When you output the entries, begin with the first line and end with the line containing "let mut out = String::new();", keeping each line exactly as it is.

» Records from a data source
*** Begin section ***

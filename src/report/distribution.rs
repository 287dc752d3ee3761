//! The report of `copyloop distribution`: the JSON document (the serialisation of the
//! library's results, the keys of docs/json.md at the top level), a table, a long-form CSV of the
//! marginals, and an SVG of marginals at chosen times beside ensemble histograms.

use super::num;
use super::plot::{AxisSpec, Chart, Dash, Datum, Marker, Series};
use super::table::Table;
use crate::distribution::compare::Histogram;
use crate::distribution::{Stationary, Transient};
use serde_json::{json, Map, Value};

/// What one run of the command computed.
pub struct Results<'a> {
    pub file: &'a str,
    pub transient: Option<&'a Transient>,
    pub stationary: Option<&'a Stationary>,
    pub histograms: &'a [Histogram],
}

fn value<T: serde::Serialize>(x: &T) -> Value {
    serde_json::to_value(x).expect("results serialise")
}

/// The JSON document. With a transient solve its fields are the top level (`truncation_error`,
/// `states`, `times`, `species` of docs/json.md); a stationary-only run keeps those keys, with
/// no times, and its law under `stationary`.
pub fn json(r: &Results) -> Value {
    let mut doc = match (r.transient, r.stationary) {
        (Some(t), _) => value(t),
        (None, Some(s)) => {
            let mut species = Map::new();
            for (name, law) in &s.species.0 {
                species.insert(
                    name.clone(),
                    json!({"clamped": law.clamped, "accumulates": law.accumulates, "mean": [], "variance": [], "fano": [], "p_zero": [], "marginal": []}),
                );
            }
            json!({
                "truncation_error": s.truncation_error,
                "states": s.states,
                "times": [],
                "species": species,
            })
        }
        (None, None) => json!({}),
    };
    let obj = doc.as_object_mut().expect("an object");
    obj.insert("file".into(), json!(r.file));
    obj.insert("stationary".into(), r.stationary.map_or(Value::Null, value));
    obj.insert("ensemble_histograms".into(), value(&r.histograms));
    doc
}

fn header(r: &Results) -> String {
    let mut out = String::new();
    if let Some(t) = r.transient {
        let p = &t.projection;
        let bounds: Vec<String> = p
            .bounds
            .iter()
            .map(|b| {
                format!(
                    "{} ≤ {}{}",
                    b.species,
                    b.max_count,
                    if b.capped { " (conserved)" } else { "" }
                )
            })
            .collect();
        out.push_str(&format!(
            "{}: exact distribution by finite state projection, {} states in {} dimension{} ({})\n\
             every probability below is within {} of the truth (probability that left the projection, \
             series cut included); {} projection{} solved\n\
             uniformization rate {} /s, {} sparse products\n\n",
            r.file,
            t.states,
            p.dimensions,
            if p.dimensions == 1 { "" } else { "s" },
            if bounds.is_empty() { "no free coordinate".into() } else { bounds.join(", ") },
            num(t.truncation_error),
            p.rounds,
            if p.rounds == 1 { "" } else { "s" },
            num(t.uniformization_rate),
            t.products
        ));
    }
    out
}

/// The readable report.
pub fn table(r: &Results) -> String {
    let mut out = header(r);
    if let Some(t) = r.transient {
        for (name, law) in &t.species.0 {
            if law.clamped {
                continue;
            }
            if law.accumulates {
                out.push_str(&format!(
                    "{name} (molecules): only accumulates, so it is left out of the state space; its mean, \
                     variance and Fano factor are exact (from the firings of the projected chain), its \
                     distribution and p(0) are not computed\n"
                ));
            } else {
                out.push_str(&format!("{name} (molecules)\n"));
            }
            let mut tab = Table::new(&["time (s)", "mean", "variance", "Fano", "p(0)"]);
            for (i, &time) in t.times.iter().enumerate() {
                tab.row(vec![
                    num(time),
                    num(law.mean[i]),
                    num(law.variance[i]),
                    num(law.fano[i]),
                    if law.accumulates {
                        "not computed".into()
                    } else {
                        num(law.p_zero[i])
                    },
                ]);
            }
            out.push_str(&tab.render());
            out.push('\n');
        }
    }
    if let Some(s) = r.stationary {
        out.push_str(&format!(
            "{}: stationary law on {} states ({} in its closed class); stationary probability on the \
             projection's boundary {} (indicator of the truncation error); residual {}\n",
            r.file,
            s.states,
            s.class_states,
            num(s.truncation_error),
            num(s.residual)
        ));
        let mut tab = Table::new(&["species", "mean", "variance", "Fano", "p(0)"]);
        for (name, law) in s.species.0.iter().filter(|(_, l)| !l.clamped) {
            if let Some(rate) = law.accumulation_per_s {
                let none = || "none (accumulates)".to_string();
                tab.row(vec![name.clone(), none(), none(), none(), none()]);
                out.push_str(&format!(
                    "{name} only accumulates: no stationary law; it grows at {} molecules/s on average (exact)\n",
                    num(rate)
                ));
                continue;
            }
            tab.row(vec![
                name.clone(),
                num(law.mean),
                num(law.variance),
                num(law.fano),
                num(law.p_zero),
            ]);
        }
        out.push_str(&tab.render());
        out.push('\n');
        let mut tab = Table::new(&["reaction", "mean flux (/s)"]);
        for (label, f) in &s.fluxes.0 {
            tab.row(vec![label.clone(), num(*f)]);
        }
        out.push_str(&tab.render());
    }
    out
}

/// The marginals as CSV, one probability per row: `time_s,species,count,probability`
/// (`time_s` is `inf` for the stationary law).
pub fn csv(r: &Results) -> String {
    let mut out = String::from("time_s,species,count,probability\n");
    if let Some(t) = r.transient {
        for (name, law) in &t.species.0 {
            for (i, &time) in t.times.iter().enumerate() {
                for (k, p) in law.marginal[i].iter().enumerate() {
                    out.push_str(&format!("{time},{name},{k},{p}\n"));
                }
            }
        }
    }
    if let Some(s) = r.stationary {
        for (name, law) in &s.species.0 {
            for (k, p) in law.marginal.iter().enumerate() {
                out.push_str(&format!("inf,{name},{k},{p}\n"));
            }
        }
    }
    out
}

/// The marginal law of `species` at the grid points `at` (indices into the transient times;
/// the stationary law too when there is one), each beside the ensemble histogram of the same
/// species and time if one was run.
pub fn svg(r: &Results, species: &str, at: &[usize]) -> String {
    let mut series = Vec::new();
    let bars = |p: &[f64]| -> Vec<Datum> {
        p.iter()
            .enumerate()
            .map(|(k, &y)| Datum::new(k as f64, y))
            .collect()
    };
    if let Some(t) = r.transient {
        if let Some(law) = t.species.get(species) {
            for &i in at {
                series.push(Series {
                    line: Some(Dash::Solid),
                    ..Series::new(
                        format!("t = {} s exact", num(t.times[i])),
                        bars(&law.marginal[i]),
                    )
                });
                for h in r
                    .histograms
                    .iter()
                    .filter(|h| h.species == species && h.time == t.times[i])
                {
                    let points = bars(&h.frequencies)
                        .into_iter()
                        .filter(|p| p.y > 0.0)
                        .collect();
                    series.push(Series {
                        marker: Some(Marker::Circle),
                        ..Series::new(
                            format!("t = {} s, {} runs", num(h.time), h.replicates),
                            points,
                        )
                    });
                }
            }
        }
    }
    if let Some(law) = r.stationary.and_then(|s| s.species.get(species)) {
        series.push(Series {
            line: Some(Dash::Dashed),
            ..Series::new("stationary exact", bars(&law.marginal))
        });
    }
    let bound = r
        .transient
        .map(|t| t.truncation_error)
        .or(r.stationary.map(|s| s.truncation_error))
        .unwrap_or(0.0);
    Chart {
        title: format!(
            "{}: distribution of {species} (error bound {})",
            r.file,
            num(bound)
        ),
        x: AxisSpec {
            label: format!("{species} (molecules)"),
            log: false,
            from_zero: true,
        },
        y: AxisSpec {
            label: "probability".into(),
            log: false,
            from_zero: true,
        },
        series,
        ..Chart::default()
    }
    .render()
}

*** End section ***

» Answer for this exercise
filename src/report/distribution.rs
repository 287dc752d3ee3761
//! The report of `copyloop distribution`: the JSON document (the serialisation of the
//! library's results, the keys of docs/json.md at the top level), a table, a long-form CSV of the
//! marginals, and an SVG of marginals at chosen times beside ensemble histograms.

use super::num;
use super::plot::{AxisSpec, Chart, Dash, Datum, Marker, Series};
use super::table::Table;
use crate::distribution::compare::Histogram;
use crate::distribution::{Stationary, Transient};
use serde_json::{json, Map, Value};

/// What one run of the command computed.
pub struct Results<'a> {
    pub file: &'a str,
    pub transient: Option<&'a Transient>,
    pub stationary: Option<&'a Stationary>,
    pub histograms: &'a [Histogram],
}

fn value<T: serde::Serialize>(x: &T) -> Value {
    serde_json::to_value(x).expect("results serialise")
}

/// The JSON document. With a transient solve its fields are the top level (`truncation_error`,
/// `states`, `times`, `species` of docs/json.md); a stationary-only run keeps those keys, with
/// no times, and its law under `stationary`.
pub fn json(r: &Results) -> Value {
    let mut doc = match (r.transient, r.stationary) {
        (Some(t), _) => value(t),
        (None, Some(s)) => {
            let mut species = Map::new();
            for (name, law) in &s.species.0 {
                species.insert(
                    name.clone(),
                    json!({"clamped": law.clamped, "accumulates": law.accumulates, "mean": [], "variance": [], "fano": [], "p_zero": [], "marginal": []}),
                );
            }
            json!({
                "truncation_error": s.truncation_error,
                "states": s.states,
                "times": [],
                "species": species,
            })
        }
        (None, None) => json!({}),
    };
    let obj = doc.as_object_mut().expect("an object");
    obj.insert("file".into(), json!(r.file));
    obj.insert("stationary".into(), r.stationary.map_or(Value::Null, value));
    obj.insert("ensemble_histograms".into(), value(&r.histograms));
    doc
}

fn header(r: &Results) -> String {
    let mut out = String::new();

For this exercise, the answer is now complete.